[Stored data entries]
/**
 * Proves a netlist equal to its specification: every ON minterm gives 1 and
 * every OFF minterm gives 0 (don't-cares may give either). Exhaustive and
 * bit-parallel up to TRUTH_TABLE_MAX_INPUTS inputs; above that each gate is
 * encoded for the logic-solver SAT solver, which is asked for a minterm in
 * ON \ netlist or in netlist \ (ON ∪ DC).
 */
import type { Formula } from "logic-solver";
import { logicSolver } from "../verify/index";
import type { Cube } from "../logic/index";
import { TRUTH_TABLE_MAX_INPUTS, emptyTable, fullMask, tableFromCubes, cubeToString } from "../logic/index";
import type { Netlist } from "./netlist";
import { CONST0, CONST1, topoOrder } from "./netlist";
import { simulateNetlist } from "./simulate";

/** What one output must do: its ON-set (or OFF-set) and DC-set as cubes over the inputs. */
export interface VerifyTarget {
  name: string;
  /** ON-set cubes; when absent, `off` gives the OFF-set and everything else not in `dc` is ON. */
  on?: Cube[];
  off?: Cube[];
  dc: Cube[];
}

export interface Mismatch {
  output: string;
  /** Minterm index (first input = most significant bit). */
  minterm: number;
  /** The assignment as a string of 0/1 in input order. */
  assignment: string;
  expected: 0 | 1;
  got: 0 | 1;
}

export interface VerifyResult {
  ok: boolean;
  method: "exhaustive" | "sat";
  mismatches: Mismatch[];
}


/** Checks the netlist against each target output (matched by name). */
export function verifyNetlist(netlist: Netlist, inputs: string[], targets: VerifyTarget[]): VerifyResult {
  return inputs.length <= TRUTH_TABLE_MAX_INPUTS ? verifyExhaustive(netlist, inputs, targets) : verifySat(netlist, inputs, targets);
}

/** Word patterns for input variable at bit position p (p < 5) within one 32-minterm word. */
const LOW_PATTERNS = [0xaaaaaaaa, 0xcccccccc, 0xf0f0f0f0, 0xff00ff00, 0xffff0000];

function verifyExhaustive(netlist: Netlist, inputs: string[], targets: VerifyTarget[]): VerifyResult {
  const n = inputs.length;
  const words = emptyTable(n).length;
  const valid = n >= 5 ? 0xffffffff : fullMask(2 ** n);
  const tables: Uint32Array[] = inputs.map((_, i) => {
    const p = n - 1 - i;
    const t = new Uint32Array(words);
    for (let w = 0; w < words; w++) t[w] = p < 5 ? LOW_PATTERNS[p]! : ((w * 32) >>> p) & 1 ? 0xffffffff : 0;
    return t;
  });
  const byName = new Map(inputs.map((name, i) => [name, tables[i]!]));
  const outTables = simulateNetlist(
    netlist,
    netlist.inputs.map((name) => {
      const t = byName.get(name);
      if (!t) throw new Error(`the netlist's input "${name}" is not an input of the specification`);
      return t;
    }),
  );
  const nets = new Map(netlist.outputs.map((o, i) => [o.net, outTables[i]!]));
  const mismatches: Mismatch[] = [];
  for (const t of targets) {
    const o = netlist.outputs.find((x) => x.name === t.name);
    if (!o) throw new Error(`the netlist has no output "${t.name}"`);
    const got = nets.get(o.net);
    if (!got) throw new Error(`output "${t.name}" reads net "${o.net}", which nothing drives`);
    const dc = tableFromCubes(t.dc, n);
    const on = t.on ? tableFromCubes(t.on, n) : tableFromCubes(t.off ?? [], n).map((x, w) => ~x & ~dc[w]! >>> 0);
    for (let w = 0; w < words && mismatches.length < 8; w++) {
      const bad = ((on[w]! & ~got[w]!) | (got[w]! & ~on[w]! & ~dc[w]!)) & valid;
      if (bad !== 0) {
        const b = 31 - Math.clz32(bad & -bad);
        const m = w * 32 + b;
        const expected = (on[w]! >>> b) & 1 ? 1 : 0;
        mismatches.push({ output: t.name, minterm: m, assignment: cubeToString({ value: m, mask: fullMask(n) }, n), expected, got: expected ? 0 : 1 });
      }
    }
  }
  return { ok: mismatches.length === 0, method: "exhaustive", mismatches };
}

function cubeFormula(c: Cube, vars: string[]): Formula {
  const Logic = logicSolver();
  const n = vars.length;
  const lits: Formula[] = [];
  for (let i = 0; i < n; i++) {
    const bit = 1 << (n - 1 - i);
    if (c.mask & bit) lits.push(c.value & bit ? vars[i]! : Logic.not(vars[i]!));
  }
  return lits.length === 0 ? Logic.TRUE : Logic.and(...lits);
}

function verifySat(netlist: Netlist, inputs: string[], targets: VerifyTarget[]): VerifyResult {
  const Logic = logicSolver();
  const vars = inputs.map((_, i) => `x${i}`);
  const f = new Map<string, Formula>();
  f.set(CONST0, Logic.FALSE);
  f.set(CONST1, Logic.TRUE);
  inputs.forEach((name, i) => f.set(name, vars[i]!));
  for (const r of netlist.complements) f.set(r.net, Logic.not(f.get(r.input)!));
  for (const g of topoOrder(netlist)) {
    const ins = g.inputs.map((i) => {
      const x = f.get(i);
      if (x === undefined) throw new Error(`gate ${g.id} reads net "${i}", which nothing drives`);
      return x;
    });
    let v: Formula;
    switch (g.type) {
      case "AND": v = Logic.and(...ins); break;
      case "NAND": v = Logic.not(Logic.and(...ins)); break;
      case "OR": v = Logic.or(...ins); break;
      case "NOR": v = Logic.not(Logic.or(...ins)); break;
      case "XOR": v = Logic.xor(...ins); break;
      case "XNOR": v = Logic.not(Logic.xor(...ins)); break;
      case "NOT": v = Logic.not(ins[0]); break;
      case "BUF": v = ins[0]; break;
    }
    f.set(g.output, v);
  }
  const mismatches: Mismatch[] = [];
  for (const t of targets) {
    const o = netlist.outputs.find((x) => x.name === t.name);
    if (!o) throw new Error(`the netlist has no output "${t.name}"`);
    const got = f.get(o.net);
    if (got === undefined) throw new Error(`output "${t.name}" reads net "${o.net}", which nothing drives`);
    const dc = Logic.or(...t.dc.map((c) => cubeFormula(c, vars)));
    const on = t.on ? Logic.or(...t.on.map((c) => cubeFormula(c, vars))) : Logic.and(Logic.not(Logic.or(...(t.off ?? []).map((c) => cubeFormula(c, vars)))), Logic.not(dc));
    const cases: [Formula, 0 | 1][] = [
      [Logic.and(on, Logic.not(got)), 1],
      [Logic.and(got, Logic.not(on), Logic.not(dc)), 0],
    ];
    for (const [bad, expected] of cases) {
      const s = new Logic.Solver();
      s.require(bad);
      const sol = s.solve();
      if (sol) {
        const trueVars = new Set(sol.getTrueVars());
        let m = 0;
        vars.forEach((v, i) => {
          if (trueVars.has(v)) m |= 1 << (inputs.length - 1 - i);
        });
        m >>>= 0;
        mismatches.push({ output: t.name, minterm: m, assignment: cubeToString({ value: m, mask: fullMask(inputs.length) }, inputs.length), expected, got: expected ? 0 : 1 });
      }
    }
  }
  return { ok: mismatches.length === 0, method: "sat", mismatches };
}
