/**
 * A multi-level logic network as the mapper takes it: each output is an
 * expression over the inputs of AND, OR, XOR and NOT; a sub-expression used
 * in several places is the same object, and is built once.
 */

export type LogicExpr =
  | { kind: "const"; value: boolean }
  /** Input `index` of the network's inputs. */
  | { kind: "input"; index: number }
  | { kind: "not"; arg: LogicExpr }
  | { kind: "and" | "or" | "xor"; args: LogicExpr[] };

export interface LogicNetwork {
  inputs: string[];
  outputs: { name: string; expr: LogicExpr }[];
}

export const TRUE: LogicExpr = { kind: "const", value: true };
export const FALSE: LogicExpr = { kind: "const", value: false };

/** The expression's complement: a NOT around it, or the NOT removed. */
export function negate(e: LogicExpr): LogicExpr {
  if (e.kind === "const") return e.value ? FALSE : TRUE;
  if (e.kind === "not") return e.arg;
  return { kind: "not", arg: e };
}

/** Evaluates the expression for one input assignment (inputs[i] = value of input i). */
export function evaluate(e: LogicExpr, inputs: readonly boolean[], memo = new Map<LogicExpr, boolean>()): boolean {
  const hit = memo.get(e);
  if (hit !== undefined) return hit;
  let v: boolean;
  switch (e.kind) {
    case "const": v = e.value; break;
    case "input": v = inputs[e.index]!; break;
    case "not": v = !evaluate(e.arg, inputs, memo); break;
    case "and": v = e.args.every((a) => evaluate(a, inputs, memo)); break;
    case "or": v = e.args.some((a) => evaluate(a, inputs, memo)); break;
    case "xor": v = e.args.reduce((s, a) => s !== evaluate(a, inputs, memo), false); break;
  }
  memo.set(e, v);
  return v;
}
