/**
 * Tree shapes: fan-in trees built by merging the earliest signals first, and
 * fan-out buffer trees with the fewest buffers.
 */

/** Levels of a balanced k-ary tree over n inputs: ceil(log_k n) (0 when n ≤ 1). */
export function treeLevels(n: number, k: number): number {
  let levels = 0;
  let reach = 1;
  while (reach < n) {
    reach *= k;
    levels++;
  }
  return levels;
}

/** Gates of a k-ary tree over n inputs: ceil((n − 1) / (k − 1)) (0 when n ≤ 1). */
export function treeGates(n: number, k: number): number {
  return n <= 1 ? 0 : Math.ceil((n - 1) / (k - 1));
}

export type Group<T> = { leaf: T; arrival: number } | { kids: Group<T>[]; arrival: number };

/**
 * Groups n signals into gates of at most k inputs, merging the earliest
 * signals first so that a late signal enters near the root. The first merge
 * takes 2 + ((n − 2) mod (k − 1)) inputs, every later one k, which gives
 * ceil((n − 1) / (k − 1)) gates and, for equal arrivals, ceil(log_k n) levels.
 * Each merge arrives one level after its latest input. Returns the root group
 * (a leaf when n = 1).
 */
export function mergeByArrival<T>(items: { item: T; arrival: number }[], k: number): Group<T> {
  if (items.length === 0) throw new Error("mergeByArrival needs at least one signal");
  if (k < 2) throw new Error(`a gate tree needs gates of at least 2 inputs; the widest is ${k}`);
  // A binary heap ordered by arrival, then by entry order (original position, then merge order), so the
  // earliest signals come out first and results are deterministic; n log n for the whole tree.
  const heap = new MergeHeap<Group<T>>();
  items.forEach((x, i) => heap.push({ leaf: x.item, arrival: x.arrival }, x.arrival, i));
  let seq = items.length;
  let take = heap.size <= k ? heap.size : 2 + ((heap.size - 2) % (k - 1));
  while (heap.size > 1) {
    const kids: Group<T>[] = [];
    let latest = -Infinity;
    for (let j = 0; j < take; j++) {
      const g = heap.pop();
      kids.push(g);
      if (g.arrival > latest) latest = g.arrival;
    }
    const arrival = latest + 1;
    heap.push({ kids, arrival }, arrival, seq++);
    take = Math.min(k, heap.size);
  }
  return heap.pop();
}

/** Min-heap of values keyed by (arrival, seq). */
class MergeHeap<V> {
  private vals: V[] = [];
  private arr: number[] = [];
  private seq: number[] = [];
  get size(): number {
    return this.vals.length;
  }
  private less(i: number, j: number): boolean {
    return this.arr[i]! < this.arr[j]! || (this.arr[i] === this.arr[j] && this.seq[i]! < this.seq[j]!);
  }
  private swap(i: number, j: number): void {
    [this.vals[i], this.vals[j]] = [this.vals[j]!, this.vals[i]!];
    [this.arr[i], this.arr[j]] = [this.arr[j]!, this.arr[i]!];
    [this.seq[i], this.seq[j]] = [this.seq[j]!, this.seq[i]!];
  }
  push(v: V, arrival: number, seq: number): void {
    this.vals.push(v);
    this.arr.push(arrival);
    this.seq.push(seq);
    for (let i = this.vals.length - 1; i > 0; ) {
      const p = (i - 1) >> 1;
      if (!this.less(i, p)) break;
      this.swap(i, p);
      i = p;
    }
  }
  pop(): V {
    const top = this.vals[0]!;
    const last = this.vals.length - 1;
    this.swap(0, last);
    this.vals.pop();
    this.arr.pop();
    this.seq.pop();
    for (let i = 0; ; ) {
      const l = 2 * i + 1;
      const r = l + 1;
      let m = i;
      if (l < last && this.less(l, m)) m = l;
      if (r < last && this.less(r, m)) m = r;
      if (m === i) break;
      this.swap(i, m);
      i = m;
    }
    return top;
  }
}

export interface BufferNode {
  /** Parent: -1 for the driver, else the index of another buffer. */
  parent: number;
  depth: number;
}

export interface BufferPlan {
  buffers: BufferNode[];
  /** For each load (in the order given), -1 for the driver or the index of the buffer that feeds it. */
  assignment: number[];
  /** Buffer levels between the driver and the deepest load. */
  levels: number;
}

/** Fewest buffers for L unit loads on a driver of fan-out F: ceil((L − F) / (F − 1)), 0 when L ≤ F. */
export function bufferCount(loads: number, fanOut: number): number {
  if (loads <= fanOut) return 0;
  return Math.ceil((loads - fanOut) / (fanOut - 1));
}

/**
 * Plans a buffer tree for one net. `loads` are the loads' weights in unit
 * loads with a criticality (higher = on a longer path); `pinned` loads stay
 * on the driver whatever it costs. Buffers are placed breadth first (each a
 * unit load on its parent), and the most critical loads take the shallowest
 * free places, so the critical loads hang from the shallowest level.
 */
export function planBufferTree(
  loads: { weight: number; criticality: number; pinned?: boolean }[],
  fanOut: number,
): BufferPlan {
  if (fanOut < 2) throw new Error(`fan-out ${fanOut} cannot be met with buffers: a buffer must drive at least 2 loads`);
  const total = loads.reduce((s, l) => s + l.weight, 0);
  if (total <= fanOut + 1e-9) return { buffers: [], assignment: loads.map(() => -1), levels: 0 };
  const pinnedWeight = loads.filter((l) => l.pinned).reduce((s, l) => s + l.weight, 0);
  const order = loads
    .map((l, i) => ({ ...l, i }))
    .filter((l) => !l.pinned)
    .sort((a, b) => b.criticality - a.criticality || a.i - b.i);
  for (let b = Math.max(1, bufferCount(Math.ceil(total - 1e-9), fanOut)); ; b++) {
    // capacity left at each node: index 0 = driver, 1.. = buffers
    const cap: number[] = [fanOut - pinnedWeight];
    const depth: number[] = [0];
    const buffers: BufferNode[] = [];
    let parent = 0;
    while (buffers.length < b && parent <= buffers.length) {
      if (cap[parent]! >= 1) {
        cap[parent]! -= 1;
        buffers.push({ parent: parent - 1, depth: depth[parent]! + 1 });
        cap.push(fanOut);
        depth.push(depth[parent]! + 1);
      } else parent++;
    }
    if (buffers.length < b) {
      throw new Error(`fan-out ${fanOut} leaves no room for buffers after ${pinnedWeight} unit loads of output pins`);
    }
    // Nodes shallowest first (breadth-first placement already gives that order); each load takes the first
    // node with room, found through a max-tree over the remaining capacities in O(log nodes).
    const nodes = cap.map((_, i) => i).sort((x, y) => depth[x]! - depth[y]! || x - y);
    const room = new FirstFit(nodes.map((x) => cap[x]!));
    const assignment: number[] = loads.map((l) => (l.pinned ? -1 : -2));
    let ok = true;
    for (const l of order) {
      const slot = room.first(l.weight - 1e-9);
      if (slot < 0) {
        ok = false;
        break;
      }
      room.take(slot, l.weight);
      assignment[l.i] = nodes[slot]! - 1;
    }
    if (!ok) continue;
    let levels = 0;
    for (const a of assignment) if (a >= 0 && buffers[a]!.depth > levels) levels = buffers[a]!.depth;
    return { buffers, assignment, levels };
  }
}

/** Capacities with "first index holding at least w" and "use w of index i", both O(log n) (a max segment tree). */
class FirstFit {
  private size = 1;
  private t: Float64Array;
  constructor(caps: number[]) {
    while (this.size < caps.length) this.size *= 2;
    this.t = new Float64Array(2 * this.size).fill(-Infinity);
    caps.forEach((c, i) => (this.t[this.size + i] = c));
    for (let i = this.size - 1; i >= 1; i--) this.t[i] = Math.max(this.t[2 * i]!, this.t[2 * i + 1]!);
  }
  /** First index whose capacity is at least w, or −1. */
  first(w: number): number {
    if (this.t[1]! < w) return -1;
    let i = 1;
    while (i < this.size) i = this.t[2 * i]! >= w ? 2 * i : 2 * i + 1;
    return i - this.size;
  }
  take(index: number, w: number): void {
    let i = this.size + index;
    this.t[i] = this.t[i]! - w;
    for (i >>= 1; i >= 1; i >>= 1) this.t[i] = Math.max(this.t[2 * i]!, this.t[2 * i + 1]!);
  }
}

■ **What to work on**: Begin at the line that has "buffers: BufferNode[];" in the entries above; stop after the line that has "a.criticality || a.i - b.i);". Transcribe exactly those lines and no others.

■ **Result**:
  buffers: BufferNode[];
  /** For each load (in the order given), -1 for the driver or the index of the buffer that feeds it. */
  assignment: number[];
  /** Buffer levels between the driver and the deepest load. */
  levels: number;
}

/** Fewest buffers for L unit loads on a driver of fan-out F: ceil((L − F) / (F − 1)), 0 when L ≤ F. */
export function bufferCount(loads: number, fanOut: number): number {
  if (loads <= fanOut) return 0;
  return Math.ceil((loads - fanOut) / (fanOut - 1));
}

/**
 * Plans a buffer tree for one net. `loads` are the loads' weights in unit
 * loads with a criticality (higher = on a longer path); `pinned` loads stay
 * on the driver whatever it costs. Buffers are placed breadth first (each a
 * unit load on its parent), and the most critical loads take the shallowest
 * free places, so the critical loads hang from the shallowest level.
 */
export function planBufferTree(
  loads: { weight: number; criticality: number; pinned?: boolean }[],
  fanOut: number,
): BufferPlan {
  if (fanOut < 2) throw new Error(`fan-out ${fanOut} cannot be met with buffers: a buffer must drive at least 2 loads`);
  const total = loads.reduce((s, l) => s + l.weight, 0);
  if (total <= fanOut + 1e-9) return { buffers: [], assignment: loads.map(() => -1), levels: 0 };
  const pinnedWeight = loads.filter((l) => l.pinned).reduce((s, l) => s + l.weight, 0);
  const order = loads
    .map((l, i) => ({ ...l, i }))
    .filter((l) => !l.pinned)
    .sort((a, b) => b.criticality - a.criticality || a.i - b.i);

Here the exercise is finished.